BMC Bioinformatics. 2014;15 Suppl 1(Suppl 1):S4. doi: 10.1186/1471-2105-15-S1-S4. Epub 2014 Jan 10.
MicroRNAs (miRNAs) are small non-coding RNAs which play a key role in the post-transcriptional regulation of many genes. Elucidating miRNA-regulated gene networks is crucial for the understanding of mechanisms and functions of miRNAs in many biological processes, such as cell proliferation, development, differentiation and cell homeostasis, as well as in many types of human tumors. To this aim, we have recently presented the biclustering method HOCCLUS2, for the discovery of miRNA regulatory networks. Experiments on predicted interactions revealed that the statistical and biological consistency of the obtained networks is negatively affected by the poor reliability of the output of miRNA target prediction algorithms. Recently, some learning approaches have been proposed to learn to combine the outputs of distinct prediction algorithms and improve their accuracy. However, the application of classical supervised learning algorithms presents two challenges: i) the presence of only positive examples in datasets of experimentally verified interactions and ii) unbalanced number of labeled and unlabeled examples.
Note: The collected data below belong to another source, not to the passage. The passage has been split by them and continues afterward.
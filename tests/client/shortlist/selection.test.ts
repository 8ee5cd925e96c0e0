import { describe, expect, it } from 'vitest';
import { readSelection, toggleSelection } from '#client/src/features/shortlist/selection.ts';

const KNOWN = ['a', 'b', 'c', 'd', 'e', 'f', 'g'];

describe('the selection kept in the address', () => {
  it('drops ids that are unknown or repeated, and keeps the order they were ticked in', () => {
    expect(readSelection('c,zz,a,c', KNOWN)).toEqual(['c', 'a']);
    expect(readSelection(null, KNOWN)).toEqual([]);
    expect(readSelection('', KNOWN)).toEqual([]);
  });

  it('holds at most six', () => {
    expect(readSelection(KNOWN.join(','), KNOWN)).toHaveLength(6);
  });

  it('leaves the address when the last one is unticked', () => {
    expect(toggleSelection(['a'], 'a')).toBeNull();
    expect(toggleSelection(['a'], 'b')).toBe('a,b');
  });
});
We present a learning algorithm that learns to combine the score returned by several prediction algorithms, by exploiting information conveyed by (only positively labeled/) validated and unlabeled examples of interactions. To face the two related challenges, we resort to a semi-supervised ensemble learning setting. Results obtained using miRTarBase as the set of labeled (positive) interactions and mirDIP as the set of unlabeled interactions show a significant improvement, over competitive approaches, in the quality of the predictions. This solution also improves the effectiveness of HOCCLUS2 in discovering biologically realistic miRNA:mRNA regulatory networks from large-scale prediction data. Using the miR-17-92 gene cluster family as a reference system and comparing results with previous experiments, we find a large increase in the number of significantly enriched biclusters in pathways, consistent with miR-17-92 functions.
The proposed approach proves to be fundamental for the computational discovery of miRNA regulatory networks from large-scale predictions. This paves the way to the systematic application of HOCCLUS2 for a comprehensive reconstruction of all the possible multiple interactions established by miRNAs in regulating the expression of gene networks, which would be otherwise impossible to reconstruct by considering only experimentally validated interactions.
微小 RNA(miRNA)是在许多基因的转录后调控中发挥关键作用的小非编码 RNA。阐明 miRNA 调控的基因网络对于理解 miRNA 在许多生物学过程(如细胞增殖、发育、分化和细胞内稳态)以及许多类型的人类肿瘤中的机制和功能至关重要。为此,我们最近提出了 biclustering 方法 HOCCLUS2,用于发现 miRNA 调控网络。对预测相互作用的实验表明,获得的网络的统计和生物学一致性受到 miRNA 靶标预测算法输出可靠性差的负面影响。最近,已经提出了一些学习方法来学习组合不同预测算法的输出并提高它们的准确性。然而,经典监督学习算法的应用存在两个挑战:i)实验验证的相互作用数据集中仅存在阳性示例,ii)标记和未标记示例的数量不平衡。
我们提出了一种学习算法,通过利用相互作用的验证/未标记示例所传递的信息,来学习组合由几个预测算法返回的分数。为了应对这两个相关的挑战,我们采用了半监督集成学习设置。使用 miRTarBase 作为标记(阳性)相互作用集和 mirDIP 作为未标记相互作用集获得的结果表明,在预测质量方面,与竞争方法相比,有显著提高。该解决方案还提高了 HOCCLUS2 从大规模预测数据中发现具有生物学意义的 miRNA:mRNA 调控网络的有效性。使用 miR-17-92 基因簇家族作为参考系统,并将结果与以前的实验进行比较,我们发现通路中显著富集的 biclusters 的数量大大增加,这与 miR-17-92 的功能一致。
所提出的方法对于从大规模预测中计算发现 miRNA 调控网络是至关重要的。这为 HOCCLUS2 的系统应用铺平了道路,以便全面重建 miRNA 调节基因网络的所有可能的多重相互作用,否则仅考虑实验验证的相互作用是不可能重建的。